> _Exercise_
Determine how many lines in the entries below include "html". The reply should be that number and nothing else.

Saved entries
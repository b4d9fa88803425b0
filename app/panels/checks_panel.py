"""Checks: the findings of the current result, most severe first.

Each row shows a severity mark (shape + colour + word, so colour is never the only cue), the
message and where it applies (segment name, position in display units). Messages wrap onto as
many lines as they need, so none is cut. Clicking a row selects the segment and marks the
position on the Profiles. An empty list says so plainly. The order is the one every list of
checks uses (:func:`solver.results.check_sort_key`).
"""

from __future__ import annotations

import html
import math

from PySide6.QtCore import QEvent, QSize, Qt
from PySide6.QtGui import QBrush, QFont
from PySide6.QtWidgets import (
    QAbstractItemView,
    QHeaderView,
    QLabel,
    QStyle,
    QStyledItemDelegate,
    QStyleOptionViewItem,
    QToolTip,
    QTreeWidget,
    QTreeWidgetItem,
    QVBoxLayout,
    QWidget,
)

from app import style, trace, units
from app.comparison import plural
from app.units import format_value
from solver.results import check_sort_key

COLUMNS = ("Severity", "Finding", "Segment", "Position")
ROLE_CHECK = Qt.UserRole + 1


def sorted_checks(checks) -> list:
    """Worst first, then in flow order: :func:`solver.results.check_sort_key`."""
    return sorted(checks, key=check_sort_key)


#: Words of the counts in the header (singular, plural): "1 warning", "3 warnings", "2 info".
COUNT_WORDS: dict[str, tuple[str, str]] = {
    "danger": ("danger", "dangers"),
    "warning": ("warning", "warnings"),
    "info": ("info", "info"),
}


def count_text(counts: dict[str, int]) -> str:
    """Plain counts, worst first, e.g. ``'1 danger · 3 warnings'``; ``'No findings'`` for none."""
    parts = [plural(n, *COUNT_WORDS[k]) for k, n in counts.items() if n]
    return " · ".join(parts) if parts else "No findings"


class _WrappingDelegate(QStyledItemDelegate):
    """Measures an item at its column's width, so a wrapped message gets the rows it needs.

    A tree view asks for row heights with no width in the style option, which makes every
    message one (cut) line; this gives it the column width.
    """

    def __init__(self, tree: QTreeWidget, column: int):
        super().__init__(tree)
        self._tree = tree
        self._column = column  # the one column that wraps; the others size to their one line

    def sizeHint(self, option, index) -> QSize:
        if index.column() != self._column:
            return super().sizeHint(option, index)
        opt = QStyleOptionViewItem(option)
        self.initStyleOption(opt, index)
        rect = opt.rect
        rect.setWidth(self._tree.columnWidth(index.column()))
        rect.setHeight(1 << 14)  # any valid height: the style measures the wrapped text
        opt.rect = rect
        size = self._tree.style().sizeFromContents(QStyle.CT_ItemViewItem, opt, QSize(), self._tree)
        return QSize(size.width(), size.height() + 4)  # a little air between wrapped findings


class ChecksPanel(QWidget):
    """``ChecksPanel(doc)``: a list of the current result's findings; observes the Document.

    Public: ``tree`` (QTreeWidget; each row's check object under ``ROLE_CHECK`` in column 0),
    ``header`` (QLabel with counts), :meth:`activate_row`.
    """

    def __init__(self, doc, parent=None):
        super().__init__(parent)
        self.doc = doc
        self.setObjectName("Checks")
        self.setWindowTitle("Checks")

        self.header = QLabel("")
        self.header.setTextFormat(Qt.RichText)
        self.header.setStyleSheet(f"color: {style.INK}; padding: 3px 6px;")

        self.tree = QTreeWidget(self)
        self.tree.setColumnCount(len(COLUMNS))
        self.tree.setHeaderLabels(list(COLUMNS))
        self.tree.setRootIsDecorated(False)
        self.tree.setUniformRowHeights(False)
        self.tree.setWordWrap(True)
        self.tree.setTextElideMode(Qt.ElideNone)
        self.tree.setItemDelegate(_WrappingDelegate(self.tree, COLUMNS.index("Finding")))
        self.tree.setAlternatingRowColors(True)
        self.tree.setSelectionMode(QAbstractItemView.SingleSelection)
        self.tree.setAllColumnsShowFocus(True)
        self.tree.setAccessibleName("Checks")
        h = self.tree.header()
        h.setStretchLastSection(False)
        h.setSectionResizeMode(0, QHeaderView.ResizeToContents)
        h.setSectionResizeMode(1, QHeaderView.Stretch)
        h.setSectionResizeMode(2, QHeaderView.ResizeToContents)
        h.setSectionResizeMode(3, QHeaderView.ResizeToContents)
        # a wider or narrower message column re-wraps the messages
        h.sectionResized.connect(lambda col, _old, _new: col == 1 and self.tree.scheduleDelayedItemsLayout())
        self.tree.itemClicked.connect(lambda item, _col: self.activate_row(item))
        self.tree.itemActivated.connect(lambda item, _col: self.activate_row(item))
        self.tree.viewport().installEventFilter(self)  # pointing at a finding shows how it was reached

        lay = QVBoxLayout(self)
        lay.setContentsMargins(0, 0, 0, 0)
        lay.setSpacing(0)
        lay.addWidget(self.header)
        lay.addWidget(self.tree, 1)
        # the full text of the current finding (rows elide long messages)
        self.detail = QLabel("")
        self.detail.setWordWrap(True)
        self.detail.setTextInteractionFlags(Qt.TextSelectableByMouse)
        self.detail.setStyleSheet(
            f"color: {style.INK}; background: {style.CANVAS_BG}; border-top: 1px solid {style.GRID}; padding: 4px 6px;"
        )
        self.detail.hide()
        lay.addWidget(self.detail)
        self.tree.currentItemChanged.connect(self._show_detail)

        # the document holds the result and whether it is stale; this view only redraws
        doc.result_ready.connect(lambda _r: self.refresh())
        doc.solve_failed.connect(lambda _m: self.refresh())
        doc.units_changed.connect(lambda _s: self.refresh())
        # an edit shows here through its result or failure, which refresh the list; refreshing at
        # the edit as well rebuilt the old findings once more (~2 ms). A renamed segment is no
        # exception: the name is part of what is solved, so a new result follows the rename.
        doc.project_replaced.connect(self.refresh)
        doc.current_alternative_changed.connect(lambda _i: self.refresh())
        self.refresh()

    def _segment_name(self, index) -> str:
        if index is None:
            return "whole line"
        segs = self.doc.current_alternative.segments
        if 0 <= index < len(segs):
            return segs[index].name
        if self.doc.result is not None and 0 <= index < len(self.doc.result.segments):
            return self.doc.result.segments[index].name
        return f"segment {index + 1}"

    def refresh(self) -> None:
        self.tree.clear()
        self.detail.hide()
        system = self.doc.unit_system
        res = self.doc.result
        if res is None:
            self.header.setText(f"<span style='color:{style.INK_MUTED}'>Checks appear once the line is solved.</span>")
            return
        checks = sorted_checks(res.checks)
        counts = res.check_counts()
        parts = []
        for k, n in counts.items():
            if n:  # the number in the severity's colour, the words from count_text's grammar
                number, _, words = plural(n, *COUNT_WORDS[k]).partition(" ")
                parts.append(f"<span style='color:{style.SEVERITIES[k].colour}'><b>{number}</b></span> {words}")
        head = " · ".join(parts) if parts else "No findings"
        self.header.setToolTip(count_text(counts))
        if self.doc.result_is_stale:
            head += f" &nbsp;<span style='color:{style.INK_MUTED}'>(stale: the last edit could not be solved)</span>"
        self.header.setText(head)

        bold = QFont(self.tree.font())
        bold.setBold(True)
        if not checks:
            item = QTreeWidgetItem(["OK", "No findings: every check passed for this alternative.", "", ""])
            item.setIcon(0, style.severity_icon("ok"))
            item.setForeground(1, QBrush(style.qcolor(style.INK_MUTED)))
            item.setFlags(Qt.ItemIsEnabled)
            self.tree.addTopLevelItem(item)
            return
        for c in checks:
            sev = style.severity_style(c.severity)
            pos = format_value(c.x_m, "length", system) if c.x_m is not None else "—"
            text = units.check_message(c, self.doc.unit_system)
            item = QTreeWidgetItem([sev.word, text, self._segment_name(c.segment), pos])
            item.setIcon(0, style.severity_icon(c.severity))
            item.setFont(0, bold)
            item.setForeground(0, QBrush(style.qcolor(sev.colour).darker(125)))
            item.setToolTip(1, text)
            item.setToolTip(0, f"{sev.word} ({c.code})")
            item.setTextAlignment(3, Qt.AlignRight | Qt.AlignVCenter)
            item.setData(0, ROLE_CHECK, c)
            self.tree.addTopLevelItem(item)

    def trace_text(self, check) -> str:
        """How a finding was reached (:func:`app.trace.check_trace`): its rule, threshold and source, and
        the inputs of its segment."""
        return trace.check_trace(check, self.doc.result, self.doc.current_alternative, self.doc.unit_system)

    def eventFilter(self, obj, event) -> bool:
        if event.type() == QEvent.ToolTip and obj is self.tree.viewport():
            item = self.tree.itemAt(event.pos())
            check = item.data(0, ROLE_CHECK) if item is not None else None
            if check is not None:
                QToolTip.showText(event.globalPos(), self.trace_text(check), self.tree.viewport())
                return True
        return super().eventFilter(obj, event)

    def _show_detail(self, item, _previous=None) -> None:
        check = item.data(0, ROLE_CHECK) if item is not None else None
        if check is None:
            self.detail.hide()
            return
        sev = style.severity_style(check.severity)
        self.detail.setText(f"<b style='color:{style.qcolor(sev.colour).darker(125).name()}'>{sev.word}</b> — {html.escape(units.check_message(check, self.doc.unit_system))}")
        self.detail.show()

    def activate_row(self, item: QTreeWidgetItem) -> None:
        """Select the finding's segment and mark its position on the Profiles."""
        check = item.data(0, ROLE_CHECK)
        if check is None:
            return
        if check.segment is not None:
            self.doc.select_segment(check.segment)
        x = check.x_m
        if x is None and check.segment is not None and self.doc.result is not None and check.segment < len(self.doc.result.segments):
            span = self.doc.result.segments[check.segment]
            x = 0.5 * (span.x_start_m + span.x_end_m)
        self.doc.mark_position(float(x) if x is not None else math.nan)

> _Reply_
2